First implement encoder network, taking data $x$ as input, output is the mean and standard deviation of $ q _ {\phi} (z | x)$

def encoder(self, x, is_training=True, reuse=False):
    with tf.variable_scope('encoder', reuse=reuse):
        # 1st convolutional layer
        conv1 = tf.layers.conv2d(inputs=x, filters=64, kernel_size=[4, 4], strides=(2, 2), padding='same')
        lr_conv1 = tf.nn.leaky_relu(conv1)
        #2nd convolutional layer
        conv2 = tf.layers.conv2d(inputs=lr_conv1, filters=128, kernel_size=[4, 4], strides=(2, 2), padding='same')
        lr_conv2 = tf.nn.leaky_relu(tf.layers.batch_normalization(conv2, training = is_training))
        # flatten the convolutional layer
        flat = tf.layers.flatten(lr_conv2)
        #flat = tf.reshape(lr_conv2, [self.batch_size, -1])
        # 1st fully-connected layer
        fc1 = tf.layers.dense(flat, units=1024)
        lr_fc1 = tf.nn.leaky_relu(tf.layers.batch_normalization(fc1, training = is_training))
        # output layer
        out = tf.layers.dense(lr_fc1, units=2*self.z_dim)
        # The mean parameter is unconstrained
        mean = out[:, :self.z_dim]
        # The standard deviation must be positive. Parametrize with a softplus and
        # add a small epsilon for numerical stability
        stddev = 1e-6 + tf.nn.softplus(out[:, self.z_dim:])
        return mean, stddev

Then implement the decoder network, taking latent variables $z$ as input, output the Bernoulli parameter.

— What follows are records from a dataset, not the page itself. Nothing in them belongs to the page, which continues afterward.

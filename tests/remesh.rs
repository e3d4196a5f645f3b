//! Triangles where stations are missing (`polygons.missing = "remesh"`).
#![allow(clippy::unwrap_used, clippy::panic, reason = "tests may panic")]

use std::collections::{BTreeMap, BTreeSet};
use std::fs;
use std::path::Path;
use std::process::Command;

const ROOT: &str = env!("CARGO_MANIFEST_DIR");

/// Runs `estimate` on the demo with other settings; the rows of `polygons.csv` by time, then polygon.
fn estimate(
    change: impl Fn(String) -> String,
) -> (
    BTreeMap<String, BTreeMap<String, csv::StringRecord>>,
    String,
) {
    let folder = tempfile::tempdir().unwrap();
    let root = Path::new(ROOT);
    let settings = fs::read_to_string(root.join("networks/ostrin/network.toml")).unwrap();
    let settings = settings
        .replace(
            "\"stations.csv\"",
            &format!(
                "\"{}\"",
                root.join("networks/ostrin/stations.csv").display()
            ),
        )
        .replace("../../examples", root.join("examples").to_str().unwrap())
        .replace("smallest_angle = 15", "smallest_angle = 0");
    let path = folder.path().join("network.toml");
    fs::write(&path, change(settings)).unwrap();
    let output = Command::new(env!("CARGO_BIN_EXE_gyremesh"))
        .arg("estimate")
        .arg(&path)
        .arg("--out")
        .arg(folder.path().join("out"))
        .args(["--errors", "instrument", "--no-screen"])
        .output()
        .unwrap();
    let printed = String::from_utf8(output.stdout).unwrap();
    assert!(
        output.status.success(),
        "{}",
        String::from_utf8_lossy(&output.stderr)
    );
    let mut reader = csv::Reader::from_path(folder.path().join("out/polygons.csv")).unwrap();
    let mut rows: BTreeMap<String, BTreeMap<String, csv::StringRecord>> = BTreeMap::new();
    for row in reader.records().map(Result::unwrap) {
        let before = rows
            .entry(row[0].to_string())
            .or_default()
            .insert(row[1].to_string(), row.clone());
        assert!(before.is_none(), "{row:?}");
    }
    (rows, printed)
}

fn remesh(settings: &str) -> String {
    settings.replace("[limits]", "[polygons]\nmissing = \"remesh\"\n[limits]")
}

/// At each of a few times the triangles are those of a network that has only the stations which report then, with the same
/// values; the areas add up to the hull of these.
#[test]
fn the_triangles_are_those_of_the_stations_that_report() {
    let (rows, _) = estimate(|settings| remesh(&settings));
    let (skipped, _) = estimate(|settings| settings);
    assert_eq!(rows.len(), skipped.len());
    let all: BTreeSet<&str> = rows
        .values()
        .flat_map(|r| r.values())
        .flat_map(|row| row[2].split([' ', '|']))
        .filter(|s| !s.is_empty())
        .collect();
    assert_eq!(all.len(), 38);
    let mut compared = 0;
    for (time, triangles) in &rows {
        // A triangle without a value does not stand; regions do.
        let standing: Vec<&csv::StringRecord> = triangles
            .values()
            .filter(|r| &r[1] != "whole network")
            .collect();
        assert!(standing.iter().all(|row| !row[4].is_empty()), "{time}");
        let there: BTreeSet<&str> = standing.iter().flat_map(|row| row[2].split(' ')).collect();
        if there.len() == 38 {
            let before: Vec<&csv::StringRecord> = skipped[time].values().collect();
            assert_eq!(triangles.values().collect::<Vec<_>>(), before);
        }
        if !(35..38).contains(&there.len()) || compared == 8 {
            continue;
        }
        compared += 1;
        let ids: Vec<String> = there.iter().map(|id| format!("{id:?}")).collect();
        let (alone, _) = estimate(|settings| {
            settings
                .replace(
                    "[stations]\n",
                    &format!("[stations]\nonly = [{}]\n", ids.join(", ")),
                )
                .replace(
                    "[analysis]\n",
                    &format!("[analysis]\nfrom = \"{time}\"\nto = \"{time}\"\n"),
                )
        });
        let expected: Vec<&csv::StringRecord> = alone[time]
            .values()
            .filter(|r| &r[1] != "whole network")
            .collect();
        assert_eq!(standing.len(), expected.len(), "{time}");
        for (found, expected) in standing.iter().zip(expected) {
            assert_eq!(
                found.iter().take(4).collect::<Vec<_>>(),
                expected.iter().take(4).collect::<Vec<_>>()
            );
            for column in [4, 5, 6, 7, 8] {
                let (a, b): (f64, f64) = (
                    found[column].parse().unwrap(),
                    expected[column].parse().unwrap(),
                );
                assert!(
                    (a - b).abs() <= 1e-12 * b.abs().max(1e-5),
                    "{time} {} {column}: {a} {b}",
                    &found[1]
                );
            }
        }
    }
    assert_eq!(compared, 8);
}

#[test]
fn only_skip_and_remesh_are_policies() {
    let folder = tempfile::tempdir().unwrap();
    let settings =
        fs::read_to_string(Path::new(ROOT).join("networks/ostrin/network.toml")).unwrap();
    let path = folder.path().join("network.toml");
    fs::write(
        &path,
        settings.replace("[limits]", "[polygons]\nmissing = \"mend\"\n[limits]"),
    )
    .unwrap();
    let output = Command::new(env!("CARGO_BIN_EXE_gyremesh"))
        .arg("polygons")
        .arg(&path)
        .output()
        .unwrap();
    assert_eq!(output.status.code(), Some(2));
    let told = String::from_utf8(output.stderr).unwrap();
    assert!(
        told.contains("`mend` is neither \"skip\" nor \"remesh\""),
        "{told}"
    );
}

def decoder(self, z, is_training=True, reuse=False):
    with tf.variable_scope('decoder', reuse=reuse):
        # 1st fully-connected layer
        fc1 = tf.layers.dense(z, units=1024)
        r_fc1 = tf.nn.relu(tf.layers.batch_normalization(fc1, training=is_training))
        # 2nd fully-connected layer
        fc2 = tf.layers.dense(r_fc1, units=8 * 8 * 128)
        r_fc2 = tf.nn.relu(tf.layers.batch_normalization(fc2, training=is_training))
        # reshape the fully-connected layer
        deflat = tf.reshape(r_fc2, [-1, 8, 8, 128])
        # 1st deconvolutional layer
        deconv1 = tf.layers.conv2d_transpose(inputs=deflat, filters=64, kernel_size=[4, 4], strides=(2, 2), padding='same')
        r_deconv1 = tf.nn.relu(tf.layers.batch_normalization(deconv1, training=is_training))
        # output layer
        deconv_out = tf.layers.conv2d_transpose(inputs=r_deconv1, filters=1, kernel_size=[4, 4], strides=(2, 2), padding='same')
        out = tf.nn.sigmoid(deconv_out)
        return out

We can see how reparameteration trick works and how to implement the objective.

def build_model(self):
    # placeholder
    self.input_x = tf.placeholder(dtype = tf.float32, shape = [None] + self.image_dim, name = 'input_x')
    self.input_z = tf.placeholder(dtype = tf.float32, shape = [None, self.z_dim], name = 'input_z')
    # encoding 
    mu, sigma = self.encoder(self.input_x, is_training = True, reuse = False)
    # reparameterize
    z = mu + sigma * tf.random_normal(tf.shape(mu), 0, 1, dtype = tf.float32)
    # decoding 
    outputs = self.decoder(z, is_training = True, reuse = False)
    self.outputs = tf.clip_by_value(outputs, 1e-8, 1 - 1e-8)
    # loss 
    self.nll = -tf.reduce_mean(tf.reduce_sum(self.input_x * tf.log(self.outputs) 
        + (1 - self.input_x) * tf.log(1 - self.outputs), [1, 2]))
    self.KL_div = tf.reduce_mean(0.5 * tf.reduce_sum(tf.square(mu) + tf.square(sigma) 
        - tf.log(1e-8 + tf.square(sigma)) - 1, [1]))
    ELBO = -(self.nll + self.KL_div)
    self.loss = -ELBO
    # optimizer
    t_vars = tf.trainable_variables()
    with tf.control_dependencies(tf.get_collection(tf.GraphKeys.UPDATE_OPS)):
        self.optim = tf.train.AdamOptimizer(self.learning_rate).minimize(self.loss, var_list = t_vars)

Reference

1. Kingma, Diederik P., and Max Welling. “Auto-encoding variational bayes.” arXiv preprint arXiv:1312.6114 (2013).

2. Doersch, Carl. “Tutorial on variational autoencoders.” arXiv preprint arXiv:1606.05908 (2016).